Ponzi used this to attract investors by promising to double their money in three months. In January 1920, he raised only $1,800 from 18 people, but by the end of July, he was collecting $1 million a day (equivalent to $12 million in today's value). Early investors were mostly low-income individuals, but by this time, large sums from the upper class started pouring in. Some bankers entrusted as much as $10,000 at once.
The problem was that although there was a price difference using international reply coupons, it took 53,000 coupons just to pay dividends to the initial 18 investors who invested $1,800. To pay dividends to the swollen 15,000 investors, they would have had to bring and sell international reply coupons loaded on a ship as large as the Titanic. It was impossible to pay normally from the start. Yet investors flocked because Ponzi paid dividends to early investors, and he covered these dividends with the investment money from new investors. For example, dividends for customer A were paid with investments from customer B, and dividends for customer B were paid with investments from customer C, forming a multi-level financial fraud.

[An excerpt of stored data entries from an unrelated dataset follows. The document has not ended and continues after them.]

/** The sheet index: every sheet of a package on paper with its page, heads repeated, texts apart. */
import { describe, expect, it } from "vitest";
import { composeIndexPages, SHEET_SIZES, type IndexEntry, type IndexInput, type SheetSize } from "@/iso";
import { measureText } from "@/fonts/widths";
import { expectReadable, textsOf } from "./text-boxes";

const STATES = ["for-fabrication", "for-review", "superseded", "as-built"] as const;
const entries = (count: number): IndexEntry[] => Array.from({ length: count }, (_, i) => ({
  sheetNumber: String(i + 1).padStart(4, "0"), code: "ABC"[i % 3]!, state: STATES[i % 4]!, hold: i % 7 === 3, title: `4-CWS-${1100 + i} spool A, chilled water supply to the chiller house`, pages: 1 + (i % 3), firstPage: 3 + i * 2,
}));
const input = (size: SheetSize, of: readonly IndexEntry[]): IndexInput => ({
  entries: of, size, number: "PACKAGE 0012", title: "Rack east, for erection", madeAt: "2026-11-16T15:20:00Z", madeBy: "R. Castell",
  titleBlock: { shopName: "Halyard Pipe & Spool", client: "Brightwater Dairy Cooperative", project: "Evaporator 2", jobNumber: "25-041", area: "Unit 12" },
});

describe.each(SHEET_SIZES)("an index on %s", (size) => {
  it.each([0, 1, 40, 700])("of %i sheets: each with its revision, state, title and page", (count) => {
    const all = entries(count);
    const pages = composeIndexPages(input(size, all), measureText);
    for (const page of pages) expectReadable(page, `index of ${count} on ${size}`);
    const texts = pages.flatMap((page) => textsOf(page).map((text) => text.text));
    for (const { sheetNumber, firstPage } of all) expect([texts.includes(sheetNumber), texts.includes(String(firstPage))]).toEqual([true, true]);
    expect(texts.filter((text) => /HOLD$/.test(text)).length).toBe(all.filter((entry) => entry.hold).length);
    expect(texts.filter((text) => text === "ON PAGE").length).toBe(pages.length);
    pages.forEach((page, i) => expect(textsOf(page).map(({ text }) => text)).toContain(`SHEET ${i + 1} OF ${pages.length}`));
    if (count === 0) expect(texts).toContain("No sheets in it.");
  });
});

it("takes its place among other pages, as many as before", () => {
  const alone = composeIndexPages(input("letter", entries(90)), measureText);
  const placed = composeIndexPages({ ...input("letter", entries(90)), place: { first: 2, of: 190 } }, measureText);
  expect(placed.length).toBe(alone.length);
  expect(textsOf(placed[1]!).map(({ text }) => text)).toContain("SHEET 3 OF 190");
  expect(placed.map(({ name }) => name)[0]).toBe("2 index");
});
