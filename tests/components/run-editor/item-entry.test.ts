import { describe, expect, it } from "vitest";
import { itemSchema } from "@/iso";
import { parseItem, suggestItems } from "@/components/run-editor/item-entry";
import { STARTS_HINT, startsText } from "@/components/run-editor/starts-entry";
import { readNps } from "@/components/run-editor/rest-reader";
import { exampleOf } from "@/components/run-editor/item-rest";
import { itemCaution, itemText } from "@/components/run-editor/item-text";
import { ITEM_WORDS } from "@/components/run-editor/item-words";

describe("an Item cell", () => {
  it.each([
    ["wn", { kind: "flange", flange: "weld-neck", ratingClass: null }],
    ["wn 300", { kind: "flange", flange: "weld-neck", ratingClass: 300 }],
    ["nozzle N3", { kind: "flange", goes: "nozzle", text: "N3" }],
    ["gate", { kind: "valve", valve: "gate", ends: "flanged" }],
    ["gate sw 600 HV-101", { kind: "valve", ends: "socket", ratingClass: 600, tag: "HV-101" }],
    ["tee", { kind: "tee", branchNps: null }],
    ["tee 1-1/2 sw", { kind: "tee", branchNps: "1-1/2", ends: "socket" }],
    ["red 3", { kind: "reducer", shape: "concentric", toNps: "3", flat: null }],
    ["ecc 3 flat up", { kind: "reducer", shape: "eccentric", toNps: "3", flat: "U" }],
    ["ecc 4 80", { kind: "reducer", toNps: "4", toSchedule: "80", flat: "D" }],
    ["outlet 2", { kind: "outlet", branchNps: "2" }],
    ["trim sr", { kind: "elbow", elbow: "trimmed-sr" }],
    ["sup shoe", { kind: "support", text: "shoe" }],
    ["cont L-204", { kind: "end", goes: "continued", text: "L-204" }],
    ["glo", { kind: "valve", valve: "globe" }],
    ["", { kind: "none" }],
    ["ret u", { kind: "return", radius: "LR", toward: "U" }],
    ["ret sr north", { kind: "return", radius: "SR", toward: "N" }],
    ["miter 4 r 18", { kind: "mitre", pieces: 4, radiusMm: 457.2 }],
    ["bend 1-8", { kind: "bend", radiusMm: 508 }],
    ["cross 2 sw", { kind: "cross", branchNps: "2", ends: "socket" }],
    ["outlet 1 th in", { kind: "outlet", branchNps: "1", ends: "threaded", set: "in" }],
    ["stub 3 in pad 7 1/2", { kind: "stub-in", branchNps: "3", set: "in", padMm: 190.5 }],
    ["lj 300 short", { kind: "flange", flange: "lap-joint", ratingClass: 300, stubEnd: "short" }],
    ["thf 150", { kind: "flange", flange: "threaded", ratingClass: 150 }],
    ["wn turn 22.5 s gsk 3/16", { kind: "flange", boltHoles: { turnDeg: 22.5, from: "S" }, gasketMm: 4.7625 }],
    ["so exist old header", { kind: "flange", flange: "slip-on", goes: "existing", text: "old header" }],
    ["gate th stem n f2f 9 1/2 V-7", { kind: "valve", ends: "threaded", stem: "N", faceToFaceMm: 241.3, tag: "V-7" }],
    ["inst flg 300 f2f 8 FE-7", { kind: "instrument", ends: "flanged", ratingClass: 300, lengthMm: 203.2, tag: "FE-7" }],
    ["inst PI-101", { kind: "instrument", ends: "threaded", lengthMm: 0, tag: "PI-101" }],
    ["union th", { kind: "union", ends: "threaded" }],
    ["cap sw", { kind: "cap", ends: "socket" }],
    ["cpl th", { kind: "coupling", half: false, ends: "threaded" }],
    ["vent to roof", { kind: "end", goes: "vent", text: "to roof" }],
    ["drain", { kind: "end", goes: "drain" }],
    ["th90", { kind: "elbow", elbow: "th-90" }],
    ["sr45", { kind: "elbow", elbow: "sr-45" }],
  ])("reads %s", (text, item) => {
    const result = parseItem(text);
    expect(result).toMatchObject({ ok: true, value: { item } });
    if (!result.ok) return;
    expect(itemSchema.parse(result.value.item)).toEqual(result.value.item);
    expect(parseItem(itemText(result.value.item, result.value.place))).toMatchObject({ ok: true, value: { item: result.value.item } });
  });

  it("brings the field place with a field weld", () => {
    expect(parseItem("fw")).toMatchObject({ value: { item: { kind: "joint" }, place: "field" } });
    expect(parseItem("ffw")).toMatchObject({ value: { place: "field-fit" } });
  });

  it.each(["red", "red 7", "outlet", "zzz", "cap 3", "red 3 flat d", "tee nine", "ret", "ret sideways", "bend", "bend x", "miter 7", "stub 2 pad", "wn turn 20", "cap blue", "union bw"])("says what to type for %s", (text) => {
    expect(parseItem(text)).toMatchObject({ ok: false, message: expect.stringMatching(/type|choose/i) });
  });

  it.each(ITEM_WORDS.map((word) => word.word))("shows %s again so that it reads the same", (word) => {
    const typed = exampleOf(ITEM_WORDS.find((each) => each.word === word)!);
    const first = parseItem(typed);
    if (!first.ok) throw new Error(first.message);
    expect(itemSchema.safeParse(first.value.item).success).toBe(true);
    const again = parseItem(itemText(first.value.item, first.value.place));
    expect(again).toMatchObject({ ok: true, value: first.value });
  });

  it("reads what changes from the point on, after the item or alone", () => {
    const starts = { specification: "B2", insulation: "2 in" };
    expect(parseItem("gate 300 + spec B2 + ins 2 in")).toMatchObject({ ok: true, value: { item: { kind: "valve" }, starts }, understood: expect.stringContaining("from here specification B2, insulation 2 in") });
    expect(parseItem("+ trace steam")).toMatchObject({ ok: true, value: { item: { kind: "none" }, starts: { tracing: "steam" } } });
    expect(parseItem(`gate ${startsText(starts)}`)).toMatchObject({ value: { starts } });
    expect(parseItem("gate + colour red")).toMatchObject({ ok: false, message: STARTS_HINT });
    expect(parseItem("gate + spec")).toMatchObject({ ok: false });
  });

  it("takes a bare number in the line's own unit", () => {
    expect(parseItem("bend 500", "metric")).toMatchObject({ value: { item: { radiusMm: 500 } } });
    expect(itemText({ kind: "bend", radiusMm: 500 }, null, "metric")).toBe("bend 500");
  });

  it("offers words by their beginning and their full name", () => {
    expect(suggestItems("ga")[0]?.word).toBe("gate");
    expect(suggestItems("slip")[0]?.word).toBe("so");
    expect(suggestItems("short-radius").map((word) => word.word)).toContain("sr");
  });

  it("cautions at nominal take-outs and trimmed elbows (common practice)", () => {
    expect(itemCaution({ kind: "cap" })).toMatch(/measure the fitting/);
    expect(itemCaution({ kind: "elbow", elbow: "trimmed-lr" })).toMatch(/engineer/);
    expect(itemCaution({ kind: "joint" })).toBeNull();
  });

  it("knows pipe sizes however they are written", () => {
    expect([readNps("1.5"), readNps('2"'), readNps("1-1/2"), readNps("7")]).toEqual(["1-1/2", "2", "1-1/2", null]);
  });
});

One hundred years after Charles Ponzi shook the United States with his multi-level financial fraud, Ponzi schemes came under scrutiny in a South Korean National Assembly audit. Optimus attracted a staggering 1.5 trillion won by enticing investors with the sweet talk of earning an annual 2.8% return by investing in public institution accounts receivable. While market interest rates were in the 1% range, they claimed nearly 3% returns on safe assets like public institution accounts receivable. Semi-governmental organizations such as the Korea Communications Agency invested, and leading domestic securities firms like NH Investment & Securities sold the funds. The funds were entrusted to KEB Hana Bank, one of the four major commercial banks.
Since the best expert groups recommended it and semi-governmental organizations invested, it was natural that general investors flocked. Many even invested their jeonse deposits or children's wedding funds. Even a sitting minister joined this group, meaning the Ponzi scheme was quite successful. However, if only a little caution had been exercised, this fraud might never have started. This is because public institution accounts receivable themselves could not exist.
Accounts receivable simply refer to the securitization of sales on credit. When public institutions contract with private companies for construction work, the National Contract Act stipulates that payment must be made to the contracting party within five days or every 30 days according to the progress of the work. Since accounts receivable on credit sales cannot exist, accounts receivable based on them cannot exist either.
If one only had very common-sense doubts, Ponzi schemes would be difficult to succeed. Yet Ponzi schemes succeed because of greed for money and moral hazard. Between investors' desire to safely earn money and financial institutions' mindset of 'investment responsibility lies with the investor'?just collecting fees behind that phrase?Ponzi schemes spread like poisonous mushrooms.
High returns come with high risks (high risk, high return). No financial product or asset in the world is exempt from this rule. If someone claims otherwise, you should suspect fraud. Other people's money has sharp teeth.